*How to complete this task:*
For every line in the material below that holds "static", report the line.

*Material supplied:*

package org.ringsweep.generators.ibis;

import static org.junit.jupiter.api.Assertions.assertEquals;
import static org.junit.jupiter.api.Assertions.assertFalse;
import static org.junit.jupiter.api.Assertions.assertNull;
import static org.junit.jupiter.api.Assertions.assertThrows;
import static org.junit.jupiter.api.Assertions.assertTrue;

import java.nio.file.Path;
import java.util.List;
import org.junit.jupiter.api.Test;
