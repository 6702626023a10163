package org.ringsweep.runner.input;

import java.util.ArrayList;
import java.util.Arrays;
import java.util.EnumMap;
import java.util.HashMap;
import java.util.IdentityHashMap;
import java.util.LinkedHashMap;
import java.util.LinkedHashSet;
import java.util.List;
import java.util.Map;
import java.util.Optional;
import java.util.Set;
import org.ringsweep.api.model.ModelCatalog;
import org.ringsweep.api.model.ModelDescriptor;
import org.ringsweep.api.model.ParameterSpec;
import org.ringsweep.api.net.Driver;
import org.ringsweep.api.net.Element;
import org.ringsweep.api.net.LimitName;
import org.ringsweep.api.net.Limits;
import org.ringsweep.api.net.Location;
import org.ringsweep.api.net.Net;
import org.ringsweep.api.net.NetBuilder;
import org.ringsweep.api.net.NetPoint;
import org.ringsweep.api.net.NetValidationException;
import org.ringsweep.api.net.Parameters;
import org.ringsweep.api.net.Part;
import org.ringsweep.api.net.Point;
import org.ringsweep.api.net.Receiver;
import org.ringsweep.api.net.Segment;
import org.ringsweep.api.net.SimulationSettings;
import org.ringsweep.api.net.Stimulus;
import org.ringsweep.api.net.Value;
import org.ringsweep.api.net.ValuePath;
import org.ringsweep.api.quantity.Dimension;
import org.ringsweep.api.quantity.Quantities;
import org.yaml.snakeyaml.nodes.Node;
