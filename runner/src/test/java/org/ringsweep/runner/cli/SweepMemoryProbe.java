package org.ringsweep.runner.cli;

import java.io.PrintWriter;
import java.nio.charset.StandardCharsets;
import java.nio.file.Files;
import java.nio.file.Path;
import org.ringsweep.runner.bench.HeapWatch;
import picocli.CommandLine;

/**
 * The child JVM of {@link SweepMemoryTests}: writes a one-receiver net and a grid sweep of
 * {@code R1/value} × {@code U1.1/rise} giving the asked number of points, runs the real
 * {@code sweep} command on it (planner, batch runner, store, results.jsonl, report, summary) with
 * {@link OrchestrationMemoryEngine}, then {@code results --csv} and {@code results --json} into
 * files, and prints {@code exit <code>} per command and {@code live-after-gc <bytes>}: the most heap
 * any collection left in use.
 *
 * <p>Arguments: the work folder, the values of R1, the values of the rise time.
 */
public final class SweepMemoryProbe {
    private SweepMemoryProbe() {
    }

    public static void main(String[] args) throws Exception {
        Path dir = Path.of(args[0]);
        Files.createDirectories(dir.resolve("nets"));
        Files.writeString(dir.resolve("nets/tiny.yaml"), String.join("\n",
                "format: ringsweep/net-1",
                "net: TINY",
                "rails: { VCC: 3.3 }",
                "drivers:",
                "  - { pin: U1.1, model: ramp, v_high: VCC, rise: 1ns, r_out: 20 }",
                "receivers:",
                "  - { pin: U2.1, model: cmos, c_in: 3pF, vih: 2.0, vil: 0.8 }",
                "segments:",
                "  - { from: U1.1, to: R1.1, z0: 50, delay: 50ps }",
                "  - { from: R1.2, to: U2.1, z0: 50, delay: 200ps }",
                "parts:",
                "  - { ref: R1, kind: resistor, value: 33, between: [R1.1, R1.2] }",
                ""), StandardCharsets.UTF_8);
        Files.writeString(dir.resolve("sweep.yaml"), String.join("\n",
                "format: ringsweep/sweep-1",
                "nets: [nets/tiny.yaml]",
                "vary:",
                "  - { target: R1/value, from: 10, to: 60, steps: " + args[1] + " }",
                "  - { target: U1.1/rise, from: 0.5ns, to: 2ns, steps: " + args[2] + " }",
                ""), StandardCharsets.UTF_8);
        HeapWatch heap = HeapWatch.start();
        Path out = dir.resolve("out");
        int sweep;
        try (PrintWriter summary = new PrintWriter(Files.newBufferedWriter(dir.resolve("summary.txt")))) {
            CommandLine cli = new CommandLine(new SweepCommand(new OrchestrationMemoryEngine()));
            cli.setOut(summary);
            sweep = cli.execute(dir.resolve("sweep.yaml").toString(), "--out", out.toString(), "--jobs", "2");
        }
        System.out.println("exit sweep " + sweep);
        for (String format : new String[] {"--csv", "--json"}) {
            try (PrintWriter file = new PrintWriter(Files.newBufferedWriter(dir.resolve("export" + format.replace("--", ".")),
                    StandardCharsets.UTF_8))) {
                CommandLine cli = new CommandLine(new ResultsCommand());
                cli.setOut(file);
                System.out.println("exit results" + format + " " + cli.execute(out.toString(), format));
            }
        }
        System.gc(); // one last collection, so a run too short to collect still reports its live heap
        Thread.sleep(200); // the notification arrives on another thread
        System.out.println("live-after-gc " + heap.maxAfterGcBytes());
    }
}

*Solved problem:*
import static org.junit.jupiter.api.Assertions.assertEquals;
import static org.junit.jupiter.api.Assertions.assertFalse;
import static org.junit.jupiter.api.Assertions.assertNull;
import static org.junit.jupiter.api.Assertions.assertThrows;
import static org.junit.jupiter.api.Assertions.assertTrue;
    public static void main(String[] args) throws Exception {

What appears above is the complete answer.